**Exercise description**
When you reach the line with "for (int k = 1;" in the data below, begin printing lines exactly, and stop once the line with "return x[k - 1]" has been printed.

________________________

package org.nebulith.report.chart;


/**
 * Interior structure of one planet: density (left axis) and pressure (right axis) against radius.
 *
 * @param radiusKm radii [km], increasing
 * @param densityKgM3 density [kg/m3]
 * @param pressureGpa pressure [GPa]
 */
public record InteriorProfileChart(double[] radiusKm, double[] densityKgM3, double[] pressureGpa) {

    public InteriorProfileChart {
        radiusKm = radiusKm.clone();
        Curve.checkGrid(radiusKm, "interior profile");
        new Curve("density", densityKgM3).check(radiusKm.length, "interior profile", false, 0, Double.MAX_VALUE);
        new Curve("pressure", pressureGpa).check(radiusKm.length, "interior profile", false, 0, Double.MAX_VALUE);
        densityKgM3 = densityKgM3.clone();
        pressureGpa = pressureGpa.clone();
    }

    /**
     * @param size figure size
     * @return the chart
     */
    public Drawing chart(final ChartSize size) {
        Drawing d = Drawing.of(size);
        double rMax = radiusKm[radiusKm.length - 1];
        Axis x = Axis.linear(0, rMax, "Radius r [km]");
        Axis rho = Axis.linear(0, top(densityKgM3), "Density [kg/m3]").ticks(5);
        Axis p = Axis.linear(0, top(pressureGpa), "Pressure [GPa]").ticks(5);
        double left = ChartStyle.PAD + Panel.yAxisWidth(rho);
        double right = size.widthPt() - ChartStyle.PAD - Panel.yAxisWidth(p) - 2;
        java.awt.geom.Rectangle2D box = new java.awt.geom.Rectangle2D.Double(left, ChartStyle.PAD + 2, right - left,
                size.heightPt() - 2 * ChartStyle.PAD - 2 - Panel.xAxisHeight());
        Panel panel = new Panel(d, box, x, rho).rightAxis(p).frame(true, true);
        ChartStyle.Series rs = ChartStyle.series(0);
        ChartStyle.Series ps = ChartStyle.series(1);
        panel.line(radiusKm, densityKgM3, rs.line());
        panel.lineRight(radiusKm, pressureGpa, ps.line());
        Legend l = new Legend().add(new Legend.Entry("density (left)", rs.line(), null, rs.colour()))
                .add(new Legend.Entry("pressure (right)", ps.line(), null, ps.colour()));
        l.draw(d, box.getMaxX() - l.columnWidth() - 4, box.getMinY() + 3, 1, 0);
        return d;
    }

    private static double top(final double[] v) {
        double m = 0;
        for (double x : v) {
            m = Math.max(m, x);
        }
        return m > 0 ? m * 1.08 : 1;
    }
}
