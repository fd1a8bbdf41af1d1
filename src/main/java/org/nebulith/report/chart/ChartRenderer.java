package org.nebulith.report.chart;

import java.awt.Color;
import java.awt.Graphics2D;
import java.awt.RenderingHints;
import java.awt.image.BufferedImage;
import java.io.ByteArrayOutputStream;
import java.io.IOException;
import java.io.UncheckedIOException;
import java.io.InputStream;
import java.nio.charset.StandardCharsets;
import java.nio.file.Path;
import java.util.EnumMap;
import java.util.List;
import java.util.Map;
import java.util.Set;

import org.apache.pdfbox.pdmodel.PDDocument;
import org.apache.pdfbox.pdmodel.PDPage;
import org.apache.pdfbox.pdmodel.PDPageContentStream;
import org.apache.pdfbox.pdmodel.common.PDRectangle;
import org.apache.pdfbox.pdmodel.font.PDType0Font;
import org.nebulith.files.RunFolder;

import de.erichseifert.vectorgraphics2d.Document;
import de.erichseifert.vectorgraphics2d.Processors;
import de.erichseifert.vectorgraphics2d.VectorGraphics2D;
import de.erichseifert.vectorgraphics2d.util.PageSize;
import de.rototor.pdfbox.graphics2d.PdfBoxGraphics2D;
import de.rototor.pdfbox.graphics2d.PdfBoxGraphics2DFontTextDrawer;

/**
 * Renders a {@link Figure} (XChart charts) to PNG at {@link ChartStyle#PNG_DPI} (the resolution
 * recorded in the file), to SVG (VectorGraphics2D) and to PDF (pdfbox-graphics2d, the bundled
 * DejaVu Sans embedded as a subset), the vector files painted through a {@link VectorCanvas} so
 * that labels stay text and each series one path. Every file is written through a temporary file
 * and moved into place, so a failed render never leaves an empty or partial file. Requires
 * {@code java.awt.headless=true} on machines without a display.
 */
public final class ChartRenderer {

    private static final double POINTS_PER_INCH = 72.0;

    private ChartRenderer() {
    }

    /**
     * A chart written to a run folder.
     *
     * @param baseName file name without extension
     * @param png      the PNG bytes (for embedding in the HTML report)
     * @param files    the written files by format (paths in the run folder's working copy)
     */
    public record Rendered(String baseName, byte[] png, Map<ChartFormat, Path> files) {
    }

    /**
     * Starts drawing a small throw-away chart in all three formats on a background thread of low
     * priority and returns at once: a command that computes for a while first (on one core) then
     * finds the chart code loaded and compiled (XChart, VectorGraphics2D, PDFBox, the font), which
     * otherwise takes a second or more of its first chart. Nothing is written; a failure here is
     * ignored (the real charts report their own).
     */
    public static void warmUpInBackground() {
        Thread t = new Thread(ChartRenderer::warmUp, "chart warm-up");
        t.setDaemon(true);
        t.setPriority(Thread.MIN_PRIORITY);
        t.start();
    }

    private static void warmUp() {
        try {
            double[] x = {1, 2, 3, 5, 8};
            double[] y = {0.1, 0.4, 0.2, 0.9, 0.5};
            Figure f = new DevolatilisationPattern(List.of("Mg", "Si", "Fe", "Na", "S"), new double[] {1300, 1310, 1330,
                    960, 660}, List.of(new DevolatilisationPattern.Body("warm-up", y)), "ratio", List.of("warm-up"))
                    .chart(ChartSize.COLUMN);
            png(f);
            svg(f);
            pdf(f);
            new CondensationCurves(x, List.of(new Curve("Mg", y)), new double[] {2}, List.of()).chart(ChartSize.COLUMN);
        } catch (RuntimeException e) {
            // only a warm-up
        }
    }

    /**
     * Writes {@code baseName.png/.svg/.pdf} (those requested) into a run folder.
     *
     * @param figure   the chart
     * @param run      the open run folder
     * @param baseName file name without extension (e.g. {@code condensation-curves})
     * @param formats  formats to write; PNG is always rendered (the report embeds it)
     * @return what was written
     */
    public static Rendered write(final Figure figure, final RunFolder run, final String baseName,
                                 final Set<ChartFormat> formats) {
        // XChart charts keep layout state while painting: the three encodings are made one after the other
        byte[] png = png(figure);
        Map<ChartFormat, Path> files = new EnumMap<>(ChartFormat.class);
        for (ChartFormat format : formats) {
            byte[] bytes = format == ChartFormat.PNG ? png : format == ChartFormat.SVG ? svg(figure) : pdf(figure);
            files.put(format, run.write(baseName + "." + format.extension(), out -> out.write(bytes)));
        }
        return new Rendered(baseName, png, files);
    }

    /**
     * @param figure the chart
     * @return PNG bytes at {@link ChartStyle#PNG_DPI}
     */
    public static byte[] png(final Figure figure) {
        double scale = ChartStyle.PNG_DPI / POINTS_PER_INCH;
        int width = (int) Math.round(figure.widthPt() * scale);
        int height = (int) Math.round(figure.heightPt() * scale);
        BufferedImage image = new BufferedImage(width, height, BufferedImage.TYPE_INT_RGB);
        Graphics2D g = image.createGraphics();
        try {
            g.setColor(Color.WHITE);
            g.fillRect(0, 0, width, height);
            g.setRenderingHint(RenderingHints.KEY_ANTIALIASING, RenderingHints.VALUE_ANTIALIAS_ON);
            g.setRenderingHint(RenderingHints.KEY_TEXT_ANTIALIASING, RenderingHints.VALUE_TEXT_ANTIALIAS_ON);
            g.setRenderingHint(RenderingHints.KEY_FRACTIONALMETRICS, RenderingHints.VALUE_FRACTIONALMETRICS_ON);
            g.setRenderingHint(RenderingHints.KEY_STROKE_CONTROL, RenderingHints.VALUE_STROKE_PURE);
            g.scale(scale, scale);
            figure.paint(g);
        } finally {
            g.dispose();
        }
        return PngEncoder.encode(image, ChartStyle.PNG_DPI);
    }

    /**
     * @param figure the chart
     * @return the SVG document (UTF-8), sized in points, labels as {@code <text>}
     */
    public static byte[] svg(final Figure figure) {
        VectorGraphics2D g = new VectorGraphics2D();
        VectorCanvas canvas = new VectorCanvas(g, new TextOutlines(figure.texts(), figure.fonts()));
        figure.paint(canvas);
        canvas.dispose();
        Document doc = Processors.get("svg").getDocument(g.getCommands(),
                new PageSize(0, 0, figure.widthPt(), figure.heightPt()));
        ByteArrayOutputStream out = new ByteArrayOutputStream();
        try {
            doc.writeTo(out);
        } catch (IOException e) {
            throw new UncheckedIOException(e);
        }
        String text = out.toString(StandardCharsets.UTF_8);
        // the page is laid out in points: say so, so that the file prints at its figure size
        int tag = text.indexOf("<svg");
        int end = text.indexOf('>', tag);
        String root = text.substring(tag, end).replaceAll("(width|height)=\"([0-9.]+)px\"", "$1=\"$2pt\"");
        text = text.substring(0, tag) + root + text.substring(end);
        return text.getBytes(StandardCharsets.UTF_8);
    }

    /**
     * @param figure the chart
     * @return a one-page PDF of the figure's size, text as text in the embedded (subset) chart font;
     *         the same figure gives the same bytes
     */
    public static byte[] pdf(final Figure figure) {
        ByteArrayOutputStream out = new ByteArrayOutputStream();
        try (PDDocument doc = new PDDocument()) {
            // the file identifier from the chart's own text rather than the clock, so that the same
            // chart gives the same bytes on every run
            doc.setDocumentId((long) figure.texts().hashCode());
            float w = (float) figure.widthPt();
            float h = (float) figure.heightPt();
            PDPage page = new PDPage(new PDRectangle(w, h));
            doc.addPage(page);
            PdfBoxGraphics2D g = new PdfBoxGraphics2D(doc, w, h);
            PdfBoxGraphics2DFontTextDrawer text = new PdfBoxGraphics2DFontTextDrawer();
            try (InputStream font = Fonts.open()) {
                text.registerFont(Fonts.at(1).getFontName(), PDType0Font.load(doc, font, true));
            }
            g.setFontTextDrawer(text);
            VectorCanvas canvas = new VectorCanvas(g, new TextOutlines(figure.texts(), figure.fonts()));
            figure.paint(canvas);
            canvas.dispose();
            g.dispose();
            try (PDPageContentStream content = new PDPageContentStream(doc, page)) {
                content.drawForm(g.getXFormObject());
            }
            doc.save(out);
        } catch (IOException e) {
            throw new UncheckedIOException(e);
        }
        return out.toByteArray();
    }
}
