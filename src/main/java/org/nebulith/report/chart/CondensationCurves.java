package org.nebulith.report.chart;

import java.util.List;

import org.knowm.xchart.XYChart;
import org.knowm.xchart.XYSeries;

/**
 * Condensation curves: the fraction of each element condensed against temperature, the
 * temperature axis decreasing to the right.
 *
 * @param temperatureK the temperature grid [K], any order
 * @param elements     one curve per element: fraction condensed in [0, 1] (1e-9 slack)
 * @param pressureNote pressure or path shown in the corner, e.g. {@code P = 1e-4 bar}; may be empty
 */
public record CondensationCurves(double[] temperatureK, List<Curve> elements, String pressureNote) {

    private static final double SLACK = 1e-9;

    public CondensationCurves {
        temperatureK = temperatureK.clone();
        elements = List.copyOf(elements);
        Curve.checkGrid(temperatureK, "condensation curves");
        for (Curve c : elements) {
            c.check(temperatureK.length, "condensation curves", false, -SLACK, 1 + SLACK);
        }
    }

    /**
     * @param size figure size
     * @return the chart
     */
    public XYChart chart(final ChartSize size) {
        XYChart chart = ChartStyle.newXYChart(size, TemperatureAxis.TITLE, "Fraction condensed");
        double[] x = TemperatureAxis.plotted(temperatureK);
        for (int i = 0; i < elements.size(); i++) {
            XYSeries s = chart.addSeries(elements.get(i).label(), x, elements.get(i).values());
            ChartStyle.line(s, i);
        }
        chart.getStyler().setYAxisMin(0.0).setYAxisMax(1.0);
        chart.getStyler().setYAxisDecimalPattern("0.0");
        TemperatureAxis.relabel(chart, temperatureK);
        Notes.corner(chart, pressureNote, x, 1.0);
        return chart;
    }
}
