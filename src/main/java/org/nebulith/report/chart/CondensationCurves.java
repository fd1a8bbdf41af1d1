package org.nebulith.report.chart;

import java.util.List;

import org.knowm.xchart.XYChart;

/**
 * Condensation curves: the fraction of each element condensed against temperature, the temperature
 * axis decreasing to the right (a gas cools from left to right). Each element is one line with its
 * colour, line pattern and marker (every {@value #MARKER_SPACING_PT} pt along its rise), its 50 %
 * condensation temperature marked by a ring on the curve, and, where there is room, its symbol
 * written beside the curve; the legend sits outside the plot, the
 * notes in the emptiest corner of the plot.
 *
 * @param temperatureK the temperature grid [K], any order
 * @param elements     one curve per element: fraction condensed in [0, 1] (1e-9 slack)
 * @param t50K         50 % condensation temperature per element [K], NaN where not reached
 * @param notes        lines written in a corner (pressure, mode), may be empty
 */
public record CondensationCurves(double[] temperatureK, List<Curve> elements, double[] t50K, List<String> notes) {

    private static final double SLACK = 1e-9;
    /** Distance between markers along a curve [pt]. */
    static final double MARKER_SPACING_PT = 30;
    private static final double[] LABEL_HEIGHTS = {0.5, 0.62, 0.38, 0.74, 0.26, 0.86, 0.14, 0.93, 0.07};

    public CondensationCurves {
        temperatureK = temperatureK.clone();
        elements = List.copyOf(elements);
        t50K = t50K.clone();
        notes = List.copyOf(notes);
        Curve.checkGrid(temperatureK, "condensation curves");
        if (t50K.length != elements.size()) {
            throw new IllegalArgumentException("condensation curves: " + t50K.length + " T50 values for "
                    + elements.size() + " elements");
        }
        for (Curve c : elements) {
            c.check(temperatureK.length, "condensation curves", false, -SLACK, 1 + SLACK);
        }
    }

    /**
     * @param size figure size
     * @return the chart
     */
    public Figure chart(final ChartSize size) {
        Figure f = new Figure(size.widthPt(), size.heightPt());
        XYChart c = ChartStyle.chart(f, size.widthPt(), size.heightPt(), ChartStyle.TEMPERATURE_TITLE,
                "Fraction of the element condensed");
        ChartStyle.temperatureAxis(f, c, temperatureK);
        // a little beyond 0 and 1, so that the ends are labelled and the floors and ceilings stay visible
        c.getStyler().setYAxisMin(-0.02);
        c.getStyler().setYAxisMax(1.02);
        double[] x = negated(temperatureK);
        for (int i = 0; i < elements.size(); i++) {
            ChartStyle.Series s = ChartStyle.series(i);
            ChartStyle.line(c, elements.get(i).label() + " (line)", x, elements.get(i).values(), s.line(), false);
            ChartStyle.legendEntry(c, elements.get(i).label(), s.line(), s.marker());
        }
        double[] tx = new double[elements.size()];
        double[] ty = new double[elements.size()];
        int n = 0;
        for (int i = 0; i < elements.size(); i++) {
            if (Double.isFinite(t50K[i]) && -t50K[i] >= c.getStyler().getXAxisMin()
                    && -t50K[i] <= c.getStyler().getXAxisMax()) {
                tx[n] = -t50K[i];
                ty[n++] = 0.5;
            }
        }
        if (n > 0) {
            ChartStyle.points(c, "T50", java.util.Arrays.copyOf(tx, n), java.util.Arrays.copyOf(ty, n),
                    Marker.OPEN_CIRCLE, Palette.AXIS, 1.3, true);
        }
        f.fill(c);
        DirectLabels labels = new DirectLabels(f, c);
        double[][][] device = new double[elements.size()][][];
        for (int i = 0; i < elements.size(); i++) {
            device[i] = labels.device(x, elements.get(i).values());
            labels.free().line(device[i]);
        }
        for (int k = 0; k < n; k++) {
            labels.free().take(DirectLabels.bounds("o", labels.x(tx[k]), labels.y(0.5)));
        }
        for (int i = 0; i < elements.size(); i++) {
            ChartStyle.Series s = ChartStyle.series(i);
            labels.markersAlong(elements.get(i).label() + " (markers)", device[i], s.marker(), s.colour(),
                    MARKER_SPACING_PT, 6 + 4.3 * i);
        }
        for (int i = 0; i < elements.size(); i++) {
            label(labels, device[i], i);
        }
        labels.note(notes);
        return f;
    }

    private void label(final DirectLabels labels, final double[][] dev, final int i) {
        String text = elements.get(i).label();
        double w = Fonts.width(text, ChartStyle.NOTE_PT) + 1;
        for (double h : LABEL_HEIGHTS) {
            double yd = labels.y(h);
            double xd = crossing(dev, yd);
            if (Double.isFinite(xd) && labels.putFirstFree(text, i, xd - 2 - w / 2, yd, xd + 2 + w / 2, yd)) {
                return;
            }
        }
    }

    private static double[] negated(final double[] v) {
        double[] out = new double[v.length];
        for (int i = 0; i < v.length; i++) {
            out[i] = -v[i];
        }
        return out;
    }

    /** @return device x where the curve first reaches device height yd, scanning from the hot side */
    private static double crossing(final double[][] dev, final double yd) {
        double[] x = dev[0];
        double[] y = dev[1];
        for (int k = 1; k < x.length; k++) {
            if (Double.isFinite(y[k]) && Double.isFinite(y[k - 1]) && (y[k - 1] - yd) * (y[k] - yd) <= 0
                    && y[k] != y[k - 1]) {
                return x[k - 1] + (yd - y[k - 1]) / (y[k] - y[k - 1]) * (x[k] - x[k - 1]);
            }
        }
        return Double.NaN;
    }
}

________________________

**Result**
        for (int k = 1; k < x.length; k++) {
            if (Double.isFinite(y[k]) && Double.isFinite(y[k - 1]) && (y[k - 1] - yd) * (y[k] - yd) <= 0
                    && y[k] != y[k - 1]) {
                return x[k - 1] + (yd - y[k - 1]) / (y[k] - y[k - 1]) * (x[k] - x[k - 1]);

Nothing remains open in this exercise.